Las viejas enlutadas se lamentaban con gestos duros y muecas, que parecían estar esculpidas en sus caras y no una turbación del momento, de los desatinos de aquel tocado, que no eran más que una excusa para ir enseñando las desvergüenzas. «Y lo más seguro es que todo eso lo aprende en los libros.» Elucubraban entre sí, pensando que cuando se vivía sin trabajar, lo más fácil era buscarse la perdición. Las muchachas de bolillos de la Sección Femenina se subían, para ver mejor, a la reja del estanco de Dolores. Una de ellas, la que estaba encaramitada en el barrote más alto, creía haber visto algo, para mejor decir, iba relatando a sus compañeras lo que su soliviantada fantasía le dictaba, con la pretensión de que estaba contemplando un claro escorzo de la cosa que a Efraín le colgaba mientras era perseguido por los municipales; cándidas las demás, ignoraban que la línea visual de la otra no pasaba del estante de los cien frascos medicinales, destellando a esas horas, en cien tonos de azul, los cuadritos de luz rojiza de un octubre reacio a sucumbir en el otoño. Pese a que se cansaron de estirar el cuello, se tuvieron que conformar con lo que la de arriba les radiaba y con los reflejos de vidrio del escaparate, medio tapado por el ripio de gente que se mantenía pegada a la luna biselada. Sus risas de roedor y las gracias picantes que se pasaban bajito unas a otras, se apagaron de repente. Saltaron de la reja de Dolores la estanquera y buscando pretextos rápidos y cómplices, cuando por el ensanche de la calle Mollana, frente a la esquina del Rincón del Bolo, vieron aparecer a una pareja de la Guardia Civil, a don Miguel el párroco y a doña Luisita Alberola, la señorita de bordados, que desde su andar atosigado y tantaleante, les profería frases inaudibles desde donde estaban y ademanes severos y reprobatorios.
Que Efraín perdiera la chaveta, era tanto más preocupante por cuanto se había exhibido, como Dios lo trajo al mundo, aquella tarde inesperadamente cálida y espesa, como un día veraniego, encarnada y brillante, ardiendo en la hoguera del tardío cielo mediterráneo. No se podía tolerar una salida de tono de aquel calibre. Uno de los expectadores, ante la proximidad de las fuerzas del orden, hizo audible su solicitud de mano más dura para atajar despropósitos como el de Efraín, y ello porque las hijas de cada cual, no tenían porqué enseñarse cosas malas e indecentes, en contra del ejemplo y la educación que recibían en sus casas. Efraín estaba exhausto, derrotado por los esfuerzos de liberarse de la cantidad de brazos que le habían asido y de las ataduras del percal mojado. Se sentía como un bicho raro, con el mal sabor a boca del jarabe que le habían obligado a tragar y sumido en la charca de miradas que lo observaban con la fruición de quien está atendiendo al resultado de un experimento.

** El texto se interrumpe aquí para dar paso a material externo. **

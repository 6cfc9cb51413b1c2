package main

import (
	"flag"
	"fmt"
	"io"
	"sort"
	"strings"

	"ordplan/plan"
)

// command describes one subcommand for `ordplan help`: what it does, how
// it is called, and an example of every flag. The flags themselves (name,
// sentence, default) come from the command's own flag set, so the help
// lists exactly the flags the command accepts.
type command struct {
	name     string
	args     string // what follows the name, e.g. "PLAN.yaml [flags]"
	summary  string // one line
	about    string // a paragraph, or ""
	examples map[string]string
	more     func() string // text after the flags (optional)
}

// commands is every subcommand, in the order `ordplan help` lists them.
var commands = []command{
	{name: "run", args: "PLAN.yaml [flags]", summary: "run an analysis plan: fit every model, apply the rules, write the report",
		about: "Writes report.md, report.html, decisions.json and run.json (and the plan's predictions) into the output folder. Exit code 0: done; 1: the plan or the data is wrong; 2: the command line is wrong; 3: the run finished and wrote its outputs, but for some outcome no model survived the rules and the plan names no fallback, or a sensitivity analysis could not be run.",
		examples: map[string]string{
			"out": "--out results/2026-12", "previous": "--previous results/2026-11", "workers": "--workers 2",
			"quiet": "--quiet", "allow-unregistered-changes": "--allow-unregistered-changes",
		}},
	{name: "check", args: "PLAN.yaml [flags]", summary: "check a plan (and its data file) without fitting anything",
		about:    "Reads the plan, lists every problem with its line and column, reads the data file's header and checks the predictors can be fitted; then lists the rules as they will be applied.",
		examples: map[string]string{"no-data": "--no-data", "allow-unregistered-changes": "--allow-unregistered-changes"}},
	{name: "fit", args: "--data FILE --outcome COLUMN --predictors a,b [flags]", summary: "fit one model from the command line and print its table",
		about: "Fits one model of the typology (an approach, a link and an effect structure for each predictor) and prints the estimates; then, for a fit with a finite maximum, the odds ratios with their intervals (logit link), the likelihood-ratio test against the thresholds-only model with pseudo-R2 measures, the Lipsitz test and, when a predictor is categorical, the Pulkstenis-Robinson tests. With --json it prints one JSON object, the same checks under \"checks\".",
		examples: map[string]string{
			"data": "--data plans/data/quietstreets.csv", "outcome": "--outcome safety",
			"categories": "--categories very_unsafe,unsafe,neutral,safe,very_safe", "predictors": "--predictors pilot,female,age",
			"approach": "--approach stage", "direction": "--direction backward", "link": "--link probit",
			"covariance": "--covariance sandwich", "nonparallel": "--nonparallel pilot", "all-nonparallel": "--all-nonparallel",
			"constrained": "--constrained g1:pilot,female", "stereotype": "--approach adjacent --stereotype",
			"weights": "--weights w", "weight-kind": "--weights w --weight-kind sampling", "cluster": "--covariance clustered --cluster street",
			"few-clusters": "--covariance clustered --cluster district --few-clusters jackknife",
			"offset":       "--offset exposure", "missing": "--missing refuse", "missing-codes": "--missing-codes baseline_pain=-9,age=-9/-99", "delimiter": "--delimiter semicolon --decimal comma", "decimal": "--delimiter semicolon --decimal comma",
			"sheet": "--data survey.xlsx --sheet wave2", "header-row": "--data survey.xlsx --header-row 3", "baseline": "--approach adjacent --all-nonparallel --baseline neutral",
			"confidence-level": "--confidence-level 0.9", "json": "--json",
			"queue": "--queue nats://10.0.0.5:4222 --parts a.csv,b.csv", "parts": "--parts part1.csv,part2.csv",
		},
		more: func() string { return compactHelp }},
	{name: "init", args: "PLAN.yaml [flags]", summary: "write a commented plan skeleton from a data file or a header line",
		examples: map[string]string{"data": "--data survey.csv", "header": `--header "id,y,age,sex"`, "outcome": "--outcome y",
			"delimiter": "--data survey.csv --delimiter semicolon --decimal comma", "decimal": "--data survey.csv --delimiter semicolon --decimal comma",
			"sheet": "--data survey.xlsx --sheet wave2", "header-row": "--data survey.xlsx --header-row 3"}},
	{name: "rehearse", args: "PLAN.yaml [flags]", summary: "run the whole plan, rules and report included, on data simulated from its assumptions (every page, figure and table says SIMULATED DATA)",
		examples: map[string]string{"n": "--n 400", "out": "--out out/rehearsal", "workers": "--workers 2", "quiet": "--quiet", "allow-unregistered-changes": "--allow-unregistered-changes"}},
	{name: "power", args: "PLAN.yaml --n 200,400 [flags]", summary: "size the study: run the whole decision procedure on data simulated at each sample size; power of the plan's hypotheses, how often each model is chosen, separation and non-convergence, with Monte Carlo errors",
		examples: map[string]string{"n": "--n 200,400,800", "replicates": "--replicates 200", "alpha": "--alpha 0.01",
			"out": "--out out/power", "workers": "--workers 2", "quiet": "--quiet", "allow-unregistered-changes": "--allow-unregistered-changes"}},
	{name: "freeze", args: "PLAN.yaml [flags]", summary: "freeze (register) a plan: record its canonical form and hash in a lock file",
		examples: map[string]string{"registration": "--registration 10.17605/OSF.IO/ABCDE", "replace": "--replace"}},
	{name: "worker", args: "--queue nats://HOST:PORT --queue-secret-file FILE [flags]", summary: "compute fits sent through a NATS JetStream queue",
		examples: map[string]string{"cache": "--cache /var/cache/ordplan", "jobs": "--jobs 4", "ack-wait": "--ack-wait 2m",
			"name": "--name node7", "quiet": "--quiet", "max-starts": "--max-starts 50", "max-iterations": "--max-iterations 500",
			"max-predictors": "--max-predictors 200", "max-data-mb": "--max-data-mb 2048"}},
	{name: "schema", args: "", summary: "write the JSON Schema of the plan (for YAML editors) to standard output"},
	{name: "version", args: "", summary: "print the program's version"},
}

// queueExamples are the examples of the queue flags several commands share.
var queueExamples = map[string]string{
	"queue": "--queue nats://10.0.0.5:4222", "queue-ca": "--queue-ca ca.pem", "queue-cert": "--queue-cert client.pem",
	"queue-key": "--queue-key client-key.pem", "queue-creds": "--queue-creds user.creds", "queue-nkey": "--queue-nkey user.nk",
	"queue-login": "--queue-login queue.login", "queue-token": "--queue-token queue.token",
	"queue-secret-file": "--queue-secret-file secret.txt", "job-deadline": "--job-deadline 30m",
}

func findCommand(name string) *command {
	for i := range commands {
		if commands[i].name == name {
			return &commands[i]
		}
	}
	return nil
}

// usageText is the overview `ordplan help` prints.
func usageText() string {
	var b strings.Builder
	b.WriteString("ordplan: analysis plans for ordered outcomes\n\nusage: ordplan COMMAND [arguments]\n\ncommands:\n")
	for _, c := range commands {
		fmt.Fprintf(&b, "  %-9s %s\n", c.name, c.summary)
	}
	b.WriteString(`
  help COMMAND   the flags of a command, each with an example
  help plan      every key of a plan, with its type, default and allowed words

Run 'ordplan COMMAND --help' (or 'ordplan help COMMAND') for the flags of a command.
'ordplan --version' prints the version.
`)
	return b.String()
}

// cmdHelp answers `ordplan help [TOPIC]`.
func cmdHelp(args []string, stdout, stderr io.Writer) int {
	if len(args) == 0 {
		fmt.Fprint(stdout, usageText())
		return exitOK
	}
	if len(args) > 1 {
		// `help run --bogus` once printed run's help and exited 0.
		fmt.Fprintf(stderr, "ordplan help: give one command or topic, not %d (%s); for a command's flags: ordplan help %s\n", len(args), strings.Join(args, " "), args[0])
		return exitUsage
	}
	switch args[0] {
	case "plan":
		fmt.Fprint(stdout, plan.KeyHelp())
		return exitOK
	case "help":
		fmt.Fprint(stdout, usageText())
		return exitOK
	}
	c := findCommand(args[0])
	if c == nil {
		fmt.Fprintf(stderr, "ordplan help: no command or topic %q (commands: %s; topic: plan)\n", args[0], commandNames())
		return exitUsage
	}
	if c.name == "schema" || c.name == "version" {
		fmt.Fprintf(stdout, "usage: ordplan %s\n\n%s.\n", c.name, c.summary)
		return exitOK
	}
	return run([]string{c.name, "--help"}, stdout, stdout)
}

func commandNames() string {
	var out []string
	for _, c := range commands {
		out = append(out, c.name)
	}
	return strings.Join(out, ", ")
}

// isHelp reports whether args ask for help.
func isHelp(args []string) bool {
	for _, a := range args {
		if a == "--" {
			return false
		}
		if a == "-h" || a == "-help" || a == "--help" {
			return true
		}
	}
	return false
}

// printCommandHelp writes a command's help: usage, what it does, and every
// flag with its sentence, default and an example.
func printCommandHelp(w io.Writer, fs *flag.FlagSet, name string) {
	c := findCommand(name)
	if c == nil {
		c = &command{name: name}
	}
	fmt.Fprintf(w, "usage: ordplan %s %s\n\n", c.name, c.args)
	if c.summary != "" {
		fmt.Fprintf(w, "%s%s.\n", strings.ToUpper(c.summary[:1]), c.summary[1:])
	}
	if c.about != "" {
		fmt.Fprintf(w, "%s\n", c.about)
	}
	var names []string
	fs.VisitAll(func(f *flag.Flag) { names = append(names, f.Name) })
	sort.Strings(names)
	if len(names) > 0 {
		fmt.Fprintf(w, "\nflags:\n")
	}
	for _, n := range names {
		f := fs.Lookup(n)
		arg, usage := flag.UnquoteUsage(f)
		head := "  --" + n
		if arg == "string" {
			arg = "value"
		}
		if arg != "" && !isBoolFlag(f) {
			head += " " + strings.ToUpper(arg)
		}
		fmt.Fprintf(w, "%s\n      %s", head, usage)
		if d := f.DefValue; d != "" && d != "false" && d != "0" {
			fmt.Fprintf(w, " (default %s)", d)
		}
		ex := c.examples[n]
		if ex == "" {
			ex = queueExamples[n]
		}
		if ex == "" {
			ex = "(no example)"
		} else {
			ex = "ordplan " + c.name + " " + exampleArgs(c) + ex
		}
		fmt.Fprintf(w, "\n      example: %s\n", strings.TrimSpace(ex))
	}
	if c.more != nil {
		fmt.Fprintf(w, "\n%s\n", strings.TrimRight(c.more(), "\n"))
	}
}

// exampleArgs is what an example puts before the flag: the plan file for
// commands that take one (for init, which writes it, a file that does not
// exist yet, so that the example runs as printed).
func exampleArgs(c *command) string {
	if c.name == "init" {
		return "plans/new.yaml "
	}
	if strings.HasPrefix(c.args, "PLAN.yaml") {
		return "plans/example.yaml "
	}
	return ""
}

func isBoolFlag(f *flag.Flag) bool {
	b, ok := f.Value.(interface{ IsBoolFlag() bool })
	return ok && b.IsBoolFlag()
}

Notó frío en sus pies descalzos, desmoronamiento y la primera sensación de que se encontraba completamente desnudo; por eso, en un acto de pudor, se arrebujó todo lo que pudo en la manta que le habían puesto. Todos los que allí estaban mirando sus reacciones, esperaban a que alguien con autoridad determinase qué se debía de hacer en ese caso.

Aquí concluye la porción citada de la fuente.